Mash, Spread, Slice! Learning to Manipulate
Object States via Visual Spatial Progress

Overview

The dominant paradigm in robotic manipulation today heavily focuses on rigid-body motion (e.g., pick-and-place, open-and-close, pour-and-rotate, etc). However, a wide range of real-world human manipulation involves object state changes—such as mashing, spreading, or slicing —where an object’s physical and visual state evolve progressively over time, often in an irreversible way.

We introduce a unified vision-based approach to capture these fine-grained, spatially-progressing transformations, successfully demonstrating how to guide real robot manipulation for this family of tasks.

SPARTA Framework

At each episode step, our policy takes the current and past SPOC visual-affordance (segmentation) maps as inputs , along with the robot arm’s proprioception data and predicts a displacement action for the arm’s end-effector.

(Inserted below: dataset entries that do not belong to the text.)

import { OptimisticLockError } from '@mikro-orm/core';
import type { Request, Response } from 'express';
import { describe, expect, it, vi } from 'vitest';

import { errorHandler } from '#server/http/error-handler.ts';
import { problems } from '#server/http/problems.ts';

const REQUEST = { method: 'GET', path: '/api/specs' } as Request;
const INSTANCE = 'urn:uuid:request-1';

/** A response that keeps what it is given, in the way Express chains. */
function aResponse({ headersSent = false, failing = false } = {}) {
  const sent: { status?: number; headers: Record<string, string>; body?: string | undefined } = {
    headers: {},
  };
  const response = {
    locals: { requestId: 'request-1' },
    headersSent,
    status(code: number) {
      sent.status = code;
      return response;
    },
    setHeader(name: string, value: string) {
      if (failing) throw new Error('cannot set a header');
      sent.headers[name] = value;
      return response;
    },
    removeHeader: () => undefined,
    end(body?: string) {
      sent.body = body;
      return response;
    },
  };
  return { response: response as unknown as Response, sent };
}

function handle(error: unknown, options: Parameters<typeof aResponse>[0] = {}, log = vi.fn()) {
  const { response, sent } = aResponse(options);
  const next = vi.fn();
  void errorHandler({ error: log })(error, REQUEST, response, next);
  const body = sent.body === undefined ? undefined : (JSON.parse(sent.body) as Record<string, unknown>);
  return { sent, body, log, next };
}

describe('the error handler', () => {
  it('sends a known problem as it is, and logs nothing', () => {
    const { sent, body, log } = handle(problems.notFound('spec', '42'));
    expect(sent.status).toBe(404);
    expect(sent.headers['Content-Type']).toBe('application/problem+json; charset=utf-8');
    expect(body).toEqual({
      type: '/problems/not-found',
      title: 'Not found',
      status: 404,
      detail: 'There is no such spec here.',
      instance: INSTANCE,
      name: 'not-found',
      resource: 'spec',
      id: '42',
    });
    expect(log).not.toHaveBeenCalled();
  });

  it('says when to try again', () => {
    const { sent, body } = handle(problems.tooManyRequests(37));
    expect(sent.headers['Retry-After']).toBe('37');
    expect(body).toMatchObject({ status: 429, retryAfterSeconds: 37 });
  });

  it('tells a stranger nothing of an unknown error, and logs it under the same instance', () => {
    const error = new Error('password of the database is hunter2');
    const { sent, body, log } = handle(error);
    expect(sent.status).toBe(500);
    expect(sent.body).not.toContain('hunter2');
    expect(body).toMatchObject({ name: 'internal', instance: INSTANCE });
    expect(log).toHaveBeenCalledWith(
      expect.objectContaining({ err: error, instance: INSTANCE }),
      'request failed',
    );
  });

  it.each([['a string'], [undefined], [null], [42], [Symbol('odd')], [Object.create(null)]])(
    'takes anything that may be thrown: %s',
    (thrown) => {
      expect(handle(thrown).sent.status).toBe(500);
    },
  );

  it('leaves an answer that has begun to Express, which cuts it off', () => {
    const error = new Error('late');
    const { sent, log, next } = handle(error, { headersSent: true });
    expect(next).toHaveBeenCalledWith(error);
    expect(sent.body).toBeUndefined();
    expect(log).toHaveBeenCalledOnce();
  });

  it('still answers when it fails itself', () => {
    const { response, sent } = aResponse({ failing: true });
    void errorHandler({ error: vi.fn() })(new Error('first'), REQUEST, response, vi.fn());
    expect(sent).toEqual({ status: 500, headers: {}, body: undefined });
  });

  it('still answers when the log fails', () => {
    const failingLog = vi.fn(() => {
      throw new Error('disk full');
    });
    expect(handle(new Error('first'), {}, failingLog).sent.status).toBe(500);
    expect(failingLog).toHaveBeenCalled();
  });

  it('still answers when the state of a stale edit cannot be written as JSON', () => {
    const circular: Record<string, unknown> = {};
    circular['self'] = circular;
    expect(handle(problems.staleVersion(3, circular)).sent.status).toBe(500);
  });

  it.each([
    ['a lock that was overtaken', new OptimisticLockError('stale', {}), 412],
    ['a refused connection', Object.assign(new Error('connect'), { code: 'ECONNREFUSED' }), 503],
    ['a value no column holds', Object.assign(new Error('bad'), { code: '22P02' }), 400],
    ['a file that is missing', Object.assign(new Error('no file'), { status: 404 }), 404],
    ['a path that cannot be decoded', Object.assign(new Error('%'), { status: 400 }), 400],
    ['a body cut off', Object.assign(new Error('aborted'), { type: 'request.aborted', status: 400 }), 400],
    ['a body too large', Object.assign(new Error('!'), { type: 'entity.too.large', limit: 1024 }), 413],
  ])('knows %s', (_title, error, status) => {
    expect(handle(error).sent.status).toBe(status);
  });

  it('logs a value that our checks let through and the database refused', () => {
    expect(handle(Object.assign(new Error('bad'), { code: '22021' })).log).toHaveBeenCalledOnce();
  });
});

SPARTA supports two robot policy variants:

(a) SPARTA-L (Learning): a reinforcement learning agent trained using a dense reward that measures the progressive change of object regions from actionable (red) to transformed (green);

(b) SPARTA-G (Greedy): selects among 8 discrete directions based on the local density of actionable pixels, producing a fast, greedy policy guided by visual progress

Tasks

SPARTA is tested on two different object transformation tasks across 10 diverse real-world objects

Results

SPARTA decisively beats sparse and dense goal-conditioned baselines, with trained RL policies surpassing greedy control in complex, fine-precision tasks.

Reward Curves

Below we show reward curves for the bread-spreading task

a) Cumulative episode reward curves: SPARTA produces smooth, incremental rewards aligned with visual progress, while LIV rewards remain unstable throughout the episode, offering poor guidance.

b) Training curves: stable, dense feedback drives sample-efficient learning, with SPARTA rapidly improving while SPARSE and LIV stagnate.